From X-bit Labs: Nvidia Corp. and Portland Group last week introduced a special compiler that can make software originally developed for Nvidia CUDA architecture to x86 and presumably vice versa. This allows software developers to ensure broad compatibility of their programs and offer certain advantages for highly-parallel GPU architecture. However, it will hardly make the life of software makers much easier, according to Alex Herrera, an analyst with Jon Peddie Research.

There are many reasons why different applications, including those in supercomputer space, are not remade for graphics processors, such as ATI Radeon or Nvidia GeForce, despite of bright prospects of higher performance. One of the main reasons is legacy code that continues to be used and that will hardly be dropped since it does already work. The compiler jointly developed by PGI and Nvidia will allow developers to test the CUDA-based software approach on x86 platforms and determine its reliability. Nonetheless, it may work stably enough, but performance of CUDA-based software on x86 will hardly be optimal, claims Mr. Herrera.

Just like GPU-based Nvidia's PhysX tools that rely on CUDA do not support SIMD extensions like SSE2, the new compiler may not support things like AVX found in AMD Bulldozer and Intel Sandy Bridge microprocessors. As a result, the application will not run with maximum possible performance on x86 platforms.

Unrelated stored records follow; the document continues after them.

from __future__ import annotations

import json
from pathlib import Path
from typing import Any

import pytest

from service.pipeline.collections import get_collection
from service.pipeline.documents import get_document
from service.storage.session import make_engine, make_session_factory
from tests.cli.conftest import Cli

TEXT = "The harbour committee met to discuss moorings, tides and the new ferry timetable."


def _stored(url: str, collection: str, *ids: str) -> tuple[int, dict[str, dict[str, Any]]]:
    engine = make_engine(url)
    try:
        with make_session_factory(engine)() as session:
            count = get_collection(session, collection)["documents"]
            return count, {i: get_document(session, collection, i) for i in ids}
    finally:
        engine.dispose()


def _summary_line(out: str) -> str:
    return out.splitlines()[0]


def test_ingest_jsonl(cli: Cli, sqlite_url: str, tmp_path: Path) -> None:
    lines = [
        json.dumps({"id": "a-1", "title": "Ferry", "text": TEXT, "metadata": {"desk": "port"}}),
        "",  # blank lines are skipped, not rejected
        '{"id": "a-2", "text": "unterminated',  # malformed JSON: line 3
        json.dumps({"id": "a-3", "text": TEXT, "published_at": "2021-05-06"}),
        json.dumps({"id": "a-4", "text": "   "}),  # invalid document: line 5
        json.dumps({"id": "a-5", "text": TEXT}),
    ]
    path = tmp_path / "docs.jsonl"
    path.write_text("\n".join(lines) + "\n", encoding="utf-8")

    run = cli("ingest", str(path), "--collection", "news", "--create", "--quiet")
    assert run.code == 1  # some documents were rejected
    assert "3 inserted, 0 updated, 0 unchanged, 2 rejected" in _summary_line(run.out)
    rejections = run.out.splitlines()[1:]
    assert len(rejections) == 2
    assert "line 3" in rejections[0] and "not valid JSON" in rejections[0]
    assert "line 5" in rejections[1] and "'a-4'" in rejections[1] and "text" in rejections[1]

    count, docs = _stored(sqlite_url, "news", "a-1", "a-3")
    assert count == 3
    assert docs["a-1"]["title"] == "Ferry"
    assert docs["a-1"]["metadata"] == {"desk": "port"}
    assert docs["a-3"]["published_at"].startswith("2021-05-06")

    again = cli("ingest", str(path), "--collection", "news", "--quiet")
    assert "0 inserted, 0 updated, 3 unchanged, 2 rejected" in _summary_line(again.out)


def test_ingest_csv(cli: Cli, sqlite_url: str, tmp_path: Path) -> None:
    path = tmp_path / "docs.csv"
    path.write_text(
        "id,title,text,published_at,section\n"  # line 1
        f'c-1,Ferry,"{TEXT}",2020-01-02,port\n'  # line 2
        f'c-2,Quote,"{TEXT}\nA second line, inside quotes.",,council\n'  # lines 3-4
        "c-3,Short row,only three fields\n"  # line 5: wrong number of fields
        f'c-4,,"{TEXT}",not a date,\n',  # line 6: bad published_at
        encoding="utf-8",
    )
    run = cli("ingest", str(path), "--collection", "news", "--create", "--quiet")
    assert run.code == 1
    assert "2 inserted, 0 updated, 0 unchanged, 2 rejected" in _summary_line(run.out)
    rejections = run.out.splitlines()[1:]
    assert "line 5" in rejections[0] and "3 fields" in rejections[0]
    assert "line 6" in rejections[1] and "published_at" in rejections[1]

    count, docs = _stored(sqlite_url, "news", "c-1", "c-2")
    assert count == 2
    assert docs["c-1"]["metadata"] == {"section": "port"}
    assert docs["c-1"]["published_at"].startswith("2020-01-02")
    assert docs["c-2"]["text"].endswith("A second line, inside quotes.")
    assert docs["c-2"]["published_at"] is None


def test_ingest_csv_without_text_column(cli: Cli, sqlite_url: str, tmp_path: Path) -> None:
    path = tmp_path / "docs.csv"
    path.write_text("id,body\nx,hello\n", encoding="utf-8")
    run = cli("ingest", str(path), "--collection", "news", "--create", "--quiet")
    assert run.code == 1
    assert "1 rejected" in _summary_line(run.out)
    assert "line 1" in run.out and "text" in run.out


def test_ingest_folder(cli: Cli, sqlite_url: str, tmp_path: Path) -> None:
    folder = tmp_path / "archive"
    (folder / "council").mkdir(parents=True)
    (folder / ".drafts").mkdir()
    (folder / "ferry.txt").write_text(f"New ferry timetable\n\n{TEXT}\n", encoding="utf-8")
    (folder / "council" / "Budget Plan.md").write_text(f"# Budget plan\n\n{TEXT}", "utf-8")
    (folder / "council" / "broken.txt").write_bytes(b"Title\n\nbad byte \xff here")
    (folder / ".drafts" / "secret.txt").write_text(TEXT, encoding="utf-8")  # hidden
    (folder / "scan.pdf").write_bytes(b"%PDF-1.4")  # not a text file

    run = cli("ingest", str(folder), "--collection", "files", "--create", "--quiet")
    assert run.code == 1
    assert "(text," in _summary_line(run.out)
    assert "2 inserted, 0 updated, 0 unchanged, 1 rejected" in _summary_line(run.out)
    rejections = run.out.splitlines()[1:]
    assert len(rejections) == 1
    assert "file council/broken.txt" in rejections[0] and "UTF-8" in rejections[0]

    count, docs = _stored(sqlite_url, "files", "ferry.txt", "council~Budget_Plan.md")
    assert count == 2
    assert docs["ferry.txt"]["title"] == "New ferry timetable"
    assert docs["ferry.txt"]["text"].strip() == TEXT
    assert docs["council~Budget_Plan.md"]["title"] == "Budget plan"
    assert docs["council~Budget_Plan.md"]["metadata"] == {"path": "council/Budget Plan.md"}


def test_ingest_needs_create_for_a_new_collection(
    cli: Cli, sqlite_url: str, tmp_path: Path
) -> None:
    path = tmp_path / "docs.jsonl"
    path.write_text(json.dumps({"id": "x", "text": TEXT}) + "\n", encoding="utf-8")
    run = cli("ingest", str(path), "--collection", "news")
    assert run.code == 1
    assert "--create" in run.err


@pytest.mark.parametrize(
    ("name", "fmt", "problem"),
    [("docs.xml", "auto", "--format"), ("missing.jsonl", "auto", "does not exist")],
)
def test_ingest_unreadable_input(
    cli: Cli, sqlite_url: str, tmp_path: Path, name: str, fmt: str, problem: str
) -> None:
    if name != "missing.jsonl":
        (tmp_path / name).write_text("<docs/>", encoding="utf-8")
    run = cli("ingest", str(tmp_path / name), "--collection", "news", "--format", fmt)
    assert run.code == 1
    assert problem in run.err
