from __future__ import annotations

import os
from collections.abc import Callable
from dataclasses import dataclass
from pathlib import Path

import pytest

from service.cli import main


@dataclass(frozen=True)
class Run:
    code: int
    out: str
    err: str


Cli = Callable[..., Run]


@pytest.fixture
def clean_env(monkeypatch: pytest.MonkeyPatch) -> pytest.MonkeyPatch:
    """No TIDEMAP_* variable of the surrounding shell leaks into a test."""
    for name in list(os.environ):
        if name.startswith("TIDEMAP_"):
            monkeypatch.delenv(name)
    return monkeypatch


@pytest.fixture
def sqlite_url(clean_env: pytest.MonkeyPatch, tmp_path: Path) -> str:
    """TIDEMAP_DATABASE_URL pointing at a SQLite file that does not exist yet."""
    url = f"sqlite:///{tmp_path / 'cli.db'}"
    clean_env.setenv("TIDEMAP_DATABASE_URL", url)
    return url


@pytest.fixture
def cli(capsys: pytest.CaptureFixture[str]) -> Cli:
    """Call ``tidemap ARGS...`` in-process; returns its exit code and captured output."""

    def run(*argv: str) -> Run:
        capsys.readouterr()  # drop anything printed before
        code = main(list(argv))
        captured = capsys.readouterr()
        return Run(code, captured.out, captured.err)

    return run
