import "server-only";
import { and, asc, desc, eq, gte, inArray, lte, sql } from "drizzle-orm";
import { db, schema } from "@/db";
import type { LedgerKind, LedgerSource, SaleChannel, TransferState } from "@/lib/domain";
import type { LedgerComputation, PayoutTerms } from "@/lib/payouts";

/** MariaDB's error number for a duplicate key (ER_DUP_ENTRY). */
const ER_DUP_ENTRY = 1062;

export function isDuplicateKey(error: unknown): boolean {
  for (let e: unknown = error; e && typeof e === "object"; e = (e as { cause?: unknown }).cause) {
    const { errno, code } = e as { errno?: number; code?: unknown };
    if (errno === ER_DUP_ENTRY || code === "ER_DUP_ENTRY") return true;
  }
  return false;
}

export type SaleRow = typeof schema.sales.$inferSelect;
export type PeriodRow = typeof schema.payoutPeriods.$inferSelect;
export type EntryRow = typeof schema.payoutEntries.$inferSelect;
export type TransferRow = typeof schema.payoutTransfers.$inferSelect;
export type PayoutAccountRow = typeof schema.payoutAccounts.$inferSelect;

/* ---------- Sales and periods ---------- */

export async function listSales(anthologyId: number, range?: { from: Date; to: Date }) {
  const where = range
    ? and(
        eq(schema.sales.anthologyId, anthologyId),
        gte(schema.sales.soldOn, range.from),
        lte(schema.sales.soldOn, range.to),
      )
    : eq(schema.sales.anthologyId, anthologyId);
  return db
    .select()
    .from(schema.sales)
    .where(where)
    .orderBy(asc(schema.sales.soldOn), asc(schema.sales.id));
}

export async function insertSale(row: {
  anthologyId: number;
  channel: SaleChannel;
  label: string;
  soldOn: Date;
  copies: number;
  unitPriceCents: number;
  discountCents: number;
  channelFeesCents: number;
  recoverableCostsCents: number;
  currency: string;
  note: string | null;
  recordedBy: string;
}): Promise<number> {
  const [inserted] = await db.insert(schema.sales).values(row).$returningId();
  return inserted!.id;
}

export async function listPeriods(anthologyId: number) {
  return db
    .select()
    .from(schema.payoutPeriods)
    .where(eq(schema.payoutPeriods.anthologyId, anthologyId))
    .orderBy(asc(schema.payoutPeriods.startsOn), asc(schema.payoutPeriods.id));
}

export async function findPeriod(anthologyId: number, periodId: number) {
  const [row] = await db
    .select()
    .from(schema.payoutPeriods)
    .where(
      and(eq(schema.payoutPeriods.anthologyId, anthologyId), eq(schema.payoutPeriods.id, periodId)),
    );
  return row;
}

/** A new open period; null when one with that label exists. */
export async function insertPeriod(row: {
  anthologyId: number;
  label: string;
  startsOn: Date;
  endsOn: Date;
}): Promise<number | null> {
  try {
    const [inserted] = await db.insert(schema.payoutPeriods).values(row).$returningId();
    return inserted!.id;
  } catch (error) {
    if (isDuplicateKey(error)) return null;
    throw error;
  }
}

/** The call's money terms (null when the anthology has no call). */
export async function findPayoutTerms(anthologyId: number): Promise<PayoutTerms | null> {
  const [row] = await db
    .select({
      feeKind: schema.calls.feeKind,
      feeCents: schema.calls.feeCents,
      salesShareBasisPoints: schema.calls.salesShareBasisPoints,
      shareSplit: schema.calls.shareSplit,
      contributorCopies: schema.calls.contributorCopies,
    })
    .from(schema.calls)
    .where(eq(schema.calls.anthologyId, anthologyId));
  if (!row) return null;
  return {
    feeKind: row.feeKind,
    feeCents: row.feeCents,
    salesShareBasisPoints: row.salesShareBasisPoints,
    shareSplit: row.shareSplit,
  };
}

/** Each contributor with accepted work: pieces, pages, name and address, in a stable order. */
export async function contributorWork(anthologyId: number) {
  const rows = await db
    .select({
      contributorId: schema.pieces.contributorId,
      pieces: sql<number>`count(*)`.mapWith(Number),
      pages: sql<number>`sum(${schema.pieces.pageCount})`.mapWith(Number),
      name: schema.users.name,
      email: schema.users.email,
      creditLines: sql<string>`group_concat(distinct ${schema.pieces.creditLine} separator '; ')`,
      titles: sql<string>`group_concat(${schema.pieces.title} order by ${schema.pieces.id} separator '\n')`,
    })
    .from(schema.pieces)
    .innerJoin(schema.users, eq(schema.users.id, schema.pieces.contributorId))
    .where(and(eq(schema.pieces.anthologyId, anthologyId), eq(schema.pieces.status, "accepted")))
    .groupBy(schema.pieces.contributorId, schema.users.name, schema.users.email)
    .orderBy(asc(sql`min(${schema.pieces.id})`));
  return rows;
}

/** Copies given to a contributor (the contributor_copy table; read only here). */
export async function copiesGiven(anthologyId: number, contributorId: string) {
  const [row] = await db
    .select({
      quantity: schema.contributorCopies.quantity,
      handedOverAt: schema.contributorCopies.handedOverAt,
    })
    .from(schema.contributorCopies)
    .where(
      and(
        eq(schema.contributorCopies.anthologyId, anthologyId),
        eq(schema.contributorCopies.contributorId, contributorId),
      ),
    );
  return row ?? null;
}

/* ---------- The ledger ---------- */

export type NewEntry = {
  anthologyId: number;
  contributorId: string;
  periodId: number | null;
  kind: LedgerKind;
  source: LedgerSource;
  amountCents: number;
  currency: string;
  settlesEntryId?: number | null;
  reversesEntryId?: number | null;
  computation: LedgerComputation;
  reference?: string | null;
  dedupeKey: string;
  createdBy: string | null;
};

type Tx = Parameters<Parameters<typeof db.transaction>[0]>[0];

/** Appends a line; "duplicate" when its dedupe key is already in the ledger (nothing written). */
export async function appendEntry(entry: NewEntry, tx: Tx | typeof db = db) {
  try {
    const [inserted] = await tx.insert(schema.payoutEntries).values(entry).$returningId();
    return { id: inserted!.id, duplicate: false as const };
  } catch (error) {
    if (isDuplicateKey(error)) return { id: null, duplicate: true as const };
    throw error;
  }
}

export async function ledgerFor(anthologyId: number, contributorId?: string) {
  return db
    .select()
    .from(schema.payoutEntries)
    .where(
      contributorId
        ? and(
            eq(schema.payoutEntries.anthologyId, anthologyId),
            eq(schema.payoutEntries.contributorId, contributorId),
          )
        : eq(schema.payoutEntries.anthologyId, anthologyId),
    )
    .orderBy(asc(schema.payoutEntries.id));
}

export async function findEntry(anthologyId: number, entryId: number) {
  const [row] = await db
    .select()
    .from(schema.payoutEntries)
    .where(
      and(eq(schema.payoutEntries.anthologyId, anthologyId), eq(schema.payoutEntries.id, entryId)),
    );
  return row;
}

export async function findEntryById(entryId: number) {
  const [row] = await db
    .select()
    .from(schema.payoutEntries)
    .where(eq(schema.payoutEntries.id, entryId));
  return row;
}

/** Lines that settle or reverse this owed line. */
export async function linesAbout(entryId: number) {
  return db
    .select()
    .from(schema.payoutEntries)
    .where(
      sql`${schema.payoutEntries.settlesEntryId} = ${entryId} or ${schema.payoutEntries.reversesEntryId} = ${entryId}`,
    );
}

/** Whose fee is already in this anthology's ledger. */
export async function feeHolders(anthologyId: number): Promise<Set<string>> {
  const rows = await db
    .select({ contributorId: schema.payoutEntries.contributorId })
    .from(schema.payoutEntries)
    .where(
      and(
        eq(schema.payoutEntries.anthologyId, anthologyId),
        eq(schema.payoutEntries.source, "fee"),
        eq(schema.payoutEntries.kind, "owed"),
      ),
    );
  return new Set(rows.map((r) => r.contributorId));
}

/**
 * Closes a period once: locks its row, appends every owed line and stamps it closed, in one
 * transaction. False when it was already closed (by a racing request, say).
 */
export async function closePeriodWithLines(
  periodId: number,
  closedBy: string,
  computation: unknown,
  lines: NewEntry[],
): Promise<boolean> {
  return db.transaction(async (tx) => {
    const [period] = await tx
      .select({ closedAt: schema.payoutPeriods.closedAt })
      .from(schema.payoutPeriods)
      .where(eq(schema.payoutPeriods.id, periodId))
      .for("update");
    if (!period || period.closedAt) return false;
    for (const line of lines) await tx.insert(schema.payoutEntries).values(line);
    await tx
      .update(schema.payoutPeriods)
      .set({ closedAt: new Date(), closedBy, computation })
      .where(eq(schema.payoutPeriods.id, periodId));
    return true;
  });
}

/* ---------- Payout accounts and transfers ---------- */

export async function findPayoutAccount(userId: string) {
  const [row] = await db
    .select()
    .from(schema.payoutAccounts)
    .where(eq(schema.payoutAccounts.userId, userId));
  return row ?? null;
}

export async function findPayoutAccountByProviderId(providerAccountId: string) {
  const [row] = await db
    .select()
    .from(schema.payoutAccounts)
    .where(eq(schema.payoutAccounts.providerAccountId, providerAccountId));
  return row ?? null;
}

export async function payoutAccountsFor(userIds: string[]) {
  if (userIds.length === 0) return [];
  return db
    .select()
    .from(schema.payoutAccounts)
    .where(inArray(schema.payoutAccounts.userId, userIds));
}

/** Keeps the first account a person connects; a racing second one is dropped. */
export async function insertPayoutAccount(userId: string, providerAccountId: string) {
  try {
    await db.insert(schema.payoutAccounts).values({ userId, providerAccountId });
  } catch (error) {
    if (!isDuplicateKey(error)) throw error;
  }
  return (await findPayoutAccount(userId))!;
}

export async function updatePayoutAccountStatus(
  providerAccountId: string,
  status: { detailsSubmitted: boolean; transfersActive: boolean },
) {
  await db
    .update(schema.payoutAccounts)
    .set(status)
    .where(eq(schema.payoutAccounts.providerAccountId, providerAccountId));
}

export async function transfersFor(entryId: number) {
  return db
    .select()
    .from(schema.payoutTransfers)
    .where(eq(schema.payoutTransfers.entryId, entryId))
    .orderBy(desc(schema.payoutTransfers.attempt));
}

export async function transfersIn(anthologyId: number) {
  return db
    .select()
    .from(schema.payoutTransfers)
    .where(eq(schema.payoutTransfers.anthologyId, anthologyId))
    .orderBy(asc(schema.payoutTransfers.id));
}

/** Claims an attempt number for an owed line; null when another request holds it. */
export async function claimTransferAttempt(row: {
  anthologyId: number;
  entryId: number;
  attempt: number;
  idempotencyKey: string;
  destination: string;
  amountCents: number;
  currency: string;
  createdBy: string;
}): Promise<number | null> {
  try {
    const [inserted] = await db
      .insert(schema.payoutTransfers)
      .values({ ...row, state: "requesting" })
      .$returningId();
    return inserted!.id;
  } catch (error) {
    if (isDuplicateKey(error)) return null;
    throw error;
  }
}

export async function settleTransferAttempt(
  id: number,
  outcome: { state: TransferState; providerTransferId?: string | null; error?: string | null },
) {
  await db
    .update(schema.payoutTransfers)
    .set({
      state: outcome.state,
      providerTransferId: outcome.providerTransferId ?? null,
      error: outcome.error?.slice(0, 500) ?? null,
    })
    .where(eq(schema.payoutTransfers.id, id));
}

/* ---------- Webhook events ---------- */

/** Records an event id as handled; false when it was seen before (a replay). */
export async function claimPaymentEvent(id: string, type: string, outcome: string) {
  try {
    await db.insert(schema.paymentEvents).values({ id, type, outcome: outcome.slice(0, 255) });
    return true;
  } catch (error) {
    if (isDuplicateKey(error)) return false;
    throw error;
  }
}

export async function releasePaymentEvent(id: string) {
  await db.delete(schema.paymentEvents).where(eq(schema.paymentEvents.id, id));
}

export async function setPaymentEventOutcome(id: string, outcome: string) {
  await db
    .update(schema.paymentEvents)
    .set({ outcome: outcome.slice(0, 255) })
    .where(eq(schema.paymentEvents.id, id));
}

"CUDA on x86 is going to be slower than an application optimized to run on x86 without CUDA, probably a lot slower. So a developer running a CUDA application on x86 and then on Fermi is going to see a larger speed-up than he might otherwise have had had he first optimized on a conventional, non-CUDA x86 platform. Bigger speedup numbers serve Nvidia’s purposes of showcasing how much faster GPUs are than CPUs on many floating-point intensive applications," said the analyst.

In the end, designers of both special-purpose and commercial software for consumers will still have to implement different code-paths for different hardware, something that they already do.